- What is required -
Return each line of the records below in which the string "isFirst" turns up.

- Stored data entries -
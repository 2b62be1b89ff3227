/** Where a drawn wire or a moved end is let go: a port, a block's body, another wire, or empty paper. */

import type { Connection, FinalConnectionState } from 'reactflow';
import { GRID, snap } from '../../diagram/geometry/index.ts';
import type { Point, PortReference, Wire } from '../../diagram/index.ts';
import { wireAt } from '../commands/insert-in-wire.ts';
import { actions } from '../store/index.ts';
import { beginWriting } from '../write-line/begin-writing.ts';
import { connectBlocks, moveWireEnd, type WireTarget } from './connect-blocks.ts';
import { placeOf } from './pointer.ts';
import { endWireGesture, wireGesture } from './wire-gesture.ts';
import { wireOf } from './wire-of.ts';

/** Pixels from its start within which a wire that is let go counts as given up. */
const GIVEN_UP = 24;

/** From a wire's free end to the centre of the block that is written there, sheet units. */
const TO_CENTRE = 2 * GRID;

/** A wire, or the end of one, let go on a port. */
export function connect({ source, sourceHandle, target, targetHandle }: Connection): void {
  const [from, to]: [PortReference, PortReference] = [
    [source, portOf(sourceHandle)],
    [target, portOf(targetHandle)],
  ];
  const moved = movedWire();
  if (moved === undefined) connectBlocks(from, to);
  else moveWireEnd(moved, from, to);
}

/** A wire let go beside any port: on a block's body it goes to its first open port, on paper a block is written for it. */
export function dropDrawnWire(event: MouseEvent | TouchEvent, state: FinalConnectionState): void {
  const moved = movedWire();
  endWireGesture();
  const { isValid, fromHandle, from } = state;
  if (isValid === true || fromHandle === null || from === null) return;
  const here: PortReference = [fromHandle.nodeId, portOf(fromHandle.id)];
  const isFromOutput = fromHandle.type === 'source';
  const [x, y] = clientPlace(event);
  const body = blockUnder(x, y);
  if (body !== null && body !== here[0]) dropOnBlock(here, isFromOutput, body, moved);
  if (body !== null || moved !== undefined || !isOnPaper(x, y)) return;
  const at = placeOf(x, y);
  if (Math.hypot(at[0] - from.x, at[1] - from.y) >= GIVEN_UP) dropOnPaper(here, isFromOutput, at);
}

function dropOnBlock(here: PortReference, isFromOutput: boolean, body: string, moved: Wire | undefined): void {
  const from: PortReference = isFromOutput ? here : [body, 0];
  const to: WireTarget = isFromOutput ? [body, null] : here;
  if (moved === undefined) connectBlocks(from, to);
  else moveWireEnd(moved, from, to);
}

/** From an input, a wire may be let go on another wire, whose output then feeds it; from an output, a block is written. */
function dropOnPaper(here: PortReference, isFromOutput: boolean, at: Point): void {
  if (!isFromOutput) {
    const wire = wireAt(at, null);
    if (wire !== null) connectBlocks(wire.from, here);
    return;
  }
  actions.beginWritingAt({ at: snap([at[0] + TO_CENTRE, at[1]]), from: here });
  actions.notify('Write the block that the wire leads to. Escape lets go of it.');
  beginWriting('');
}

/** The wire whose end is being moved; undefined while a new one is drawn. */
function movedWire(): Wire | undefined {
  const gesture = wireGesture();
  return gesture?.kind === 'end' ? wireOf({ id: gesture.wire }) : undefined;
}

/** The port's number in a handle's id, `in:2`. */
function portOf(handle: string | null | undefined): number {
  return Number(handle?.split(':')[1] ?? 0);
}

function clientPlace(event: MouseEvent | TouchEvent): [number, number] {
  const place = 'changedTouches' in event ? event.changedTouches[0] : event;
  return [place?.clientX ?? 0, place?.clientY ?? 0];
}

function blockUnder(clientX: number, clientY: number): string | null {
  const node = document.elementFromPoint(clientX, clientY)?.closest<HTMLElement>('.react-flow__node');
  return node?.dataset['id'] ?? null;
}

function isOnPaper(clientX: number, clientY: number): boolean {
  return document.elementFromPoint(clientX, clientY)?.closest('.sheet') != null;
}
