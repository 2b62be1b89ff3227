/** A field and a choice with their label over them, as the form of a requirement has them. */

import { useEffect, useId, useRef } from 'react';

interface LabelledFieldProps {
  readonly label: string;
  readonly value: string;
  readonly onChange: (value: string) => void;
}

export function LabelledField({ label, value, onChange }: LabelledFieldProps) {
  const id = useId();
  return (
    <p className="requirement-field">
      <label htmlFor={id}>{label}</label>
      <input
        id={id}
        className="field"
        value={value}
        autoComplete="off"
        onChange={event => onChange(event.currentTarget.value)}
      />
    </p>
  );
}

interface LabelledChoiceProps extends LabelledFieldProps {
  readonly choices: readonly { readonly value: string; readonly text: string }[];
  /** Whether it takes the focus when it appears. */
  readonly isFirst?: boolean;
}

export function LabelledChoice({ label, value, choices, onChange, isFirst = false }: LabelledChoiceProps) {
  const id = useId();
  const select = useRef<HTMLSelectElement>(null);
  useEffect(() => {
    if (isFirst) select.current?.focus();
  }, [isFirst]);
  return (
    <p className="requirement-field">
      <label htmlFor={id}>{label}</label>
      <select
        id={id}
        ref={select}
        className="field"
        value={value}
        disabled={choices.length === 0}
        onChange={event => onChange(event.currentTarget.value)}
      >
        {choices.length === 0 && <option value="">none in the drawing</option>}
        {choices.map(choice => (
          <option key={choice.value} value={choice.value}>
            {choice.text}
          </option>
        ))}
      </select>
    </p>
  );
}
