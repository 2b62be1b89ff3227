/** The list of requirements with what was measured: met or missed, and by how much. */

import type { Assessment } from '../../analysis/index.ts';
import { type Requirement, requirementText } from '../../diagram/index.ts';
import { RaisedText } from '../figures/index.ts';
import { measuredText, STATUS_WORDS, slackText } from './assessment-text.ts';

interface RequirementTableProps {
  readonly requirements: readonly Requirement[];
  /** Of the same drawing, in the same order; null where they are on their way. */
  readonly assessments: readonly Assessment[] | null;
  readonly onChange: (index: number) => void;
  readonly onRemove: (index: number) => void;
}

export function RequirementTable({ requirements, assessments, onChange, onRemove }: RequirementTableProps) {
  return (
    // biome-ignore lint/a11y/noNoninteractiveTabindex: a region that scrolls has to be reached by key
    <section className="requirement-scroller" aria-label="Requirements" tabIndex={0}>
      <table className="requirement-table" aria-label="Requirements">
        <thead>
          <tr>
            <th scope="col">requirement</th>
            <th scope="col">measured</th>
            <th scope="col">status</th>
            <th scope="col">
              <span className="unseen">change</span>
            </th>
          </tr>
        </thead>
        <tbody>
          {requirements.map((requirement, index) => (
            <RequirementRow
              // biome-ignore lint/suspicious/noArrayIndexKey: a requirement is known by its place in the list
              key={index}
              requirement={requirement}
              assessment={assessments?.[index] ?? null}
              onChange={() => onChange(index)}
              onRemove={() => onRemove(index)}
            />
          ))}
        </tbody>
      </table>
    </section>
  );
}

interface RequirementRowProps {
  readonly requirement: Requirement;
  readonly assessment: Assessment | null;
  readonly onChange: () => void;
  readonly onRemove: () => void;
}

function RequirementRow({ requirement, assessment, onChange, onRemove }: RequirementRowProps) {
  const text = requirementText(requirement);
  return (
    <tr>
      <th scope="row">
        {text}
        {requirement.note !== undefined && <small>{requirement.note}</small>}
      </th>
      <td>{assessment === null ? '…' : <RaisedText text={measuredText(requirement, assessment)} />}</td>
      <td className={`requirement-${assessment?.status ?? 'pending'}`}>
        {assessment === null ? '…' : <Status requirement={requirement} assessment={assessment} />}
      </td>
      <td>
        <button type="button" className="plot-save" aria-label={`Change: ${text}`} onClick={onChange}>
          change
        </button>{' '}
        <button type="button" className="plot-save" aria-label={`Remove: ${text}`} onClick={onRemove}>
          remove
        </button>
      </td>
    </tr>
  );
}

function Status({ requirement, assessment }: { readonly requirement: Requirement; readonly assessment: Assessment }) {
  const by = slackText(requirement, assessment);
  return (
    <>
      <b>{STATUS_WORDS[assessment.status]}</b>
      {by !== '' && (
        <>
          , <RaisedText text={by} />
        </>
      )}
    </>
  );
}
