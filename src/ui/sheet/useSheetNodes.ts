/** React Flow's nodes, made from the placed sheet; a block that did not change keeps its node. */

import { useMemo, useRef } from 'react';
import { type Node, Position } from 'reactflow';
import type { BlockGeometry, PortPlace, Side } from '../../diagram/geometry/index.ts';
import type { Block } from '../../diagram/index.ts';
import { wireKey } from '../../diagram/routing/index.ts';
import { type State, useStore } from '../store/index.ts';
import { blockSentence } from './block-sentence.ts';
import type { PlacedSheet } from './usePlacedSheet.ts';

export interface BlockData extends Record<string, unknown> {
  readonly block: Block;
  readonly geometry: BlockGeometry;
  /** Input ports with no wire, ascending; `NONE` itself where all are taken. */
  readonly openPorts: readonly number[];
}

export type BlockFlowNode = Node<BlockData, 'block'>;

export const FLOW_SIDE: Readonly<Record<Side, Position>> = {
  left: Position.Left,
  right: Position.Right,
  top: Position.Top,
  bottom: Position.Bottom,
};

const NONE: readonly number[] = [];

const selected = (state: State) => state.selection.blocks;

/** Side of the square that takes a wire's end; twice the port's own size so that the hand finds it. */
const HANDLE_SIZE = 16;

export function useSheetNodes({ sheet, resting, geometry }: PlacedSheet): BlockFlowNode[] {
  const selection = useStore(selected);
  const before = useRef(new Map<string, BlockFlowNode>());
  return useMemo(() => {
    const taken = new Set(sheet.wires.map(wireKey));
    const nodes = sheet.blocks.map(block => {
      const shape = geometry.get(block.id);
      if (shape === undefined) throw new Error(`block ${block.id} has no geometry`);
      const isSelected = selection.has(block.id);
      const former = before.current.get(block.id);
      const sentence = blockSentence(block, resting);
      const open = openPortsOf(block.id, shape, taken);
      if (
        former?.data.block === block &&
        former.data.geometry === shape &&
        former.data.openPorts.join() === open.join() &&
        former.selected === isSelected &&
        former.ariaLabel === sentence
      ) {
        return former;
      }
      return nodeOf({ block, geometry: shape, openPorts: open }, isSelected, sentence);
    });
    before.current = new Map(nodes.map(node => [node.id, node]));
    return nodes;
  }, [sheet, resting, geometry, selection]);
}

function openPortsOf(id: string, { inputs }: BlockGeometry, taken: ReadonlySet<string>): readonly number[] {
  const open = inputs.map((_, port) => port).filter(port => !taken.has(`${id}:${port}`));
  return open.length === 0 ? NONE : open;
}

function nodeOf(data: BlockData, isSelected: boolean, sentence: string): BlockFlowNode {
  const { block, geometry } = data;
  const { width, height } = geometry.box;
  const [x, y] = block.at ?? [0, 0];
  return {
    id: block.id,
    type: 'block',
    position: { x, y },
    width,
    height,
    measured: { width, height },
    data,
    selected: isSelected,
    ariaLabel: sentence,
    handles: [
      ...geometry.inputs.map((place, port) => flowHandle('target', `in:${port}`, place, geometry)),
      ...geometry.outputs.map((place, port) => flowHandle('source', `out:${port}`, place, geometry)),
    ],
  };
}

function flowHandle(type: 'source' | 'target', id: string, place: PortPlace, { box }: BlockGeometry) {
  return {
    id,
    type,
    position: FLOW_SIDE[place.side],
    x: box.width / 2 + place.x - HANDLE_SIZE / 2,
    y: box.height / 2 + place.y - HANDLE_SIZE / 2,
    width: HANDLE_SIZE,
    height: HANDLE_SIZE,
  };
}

- Solution for this problem -
  readonly isFirst?: boolean;
export function LabelledChoice({ label, value, choices, onChange, isFirst = false }: LabelledChoiceProps) {
    if (isFirst) select.current?.focus();
  }, [isFirst]);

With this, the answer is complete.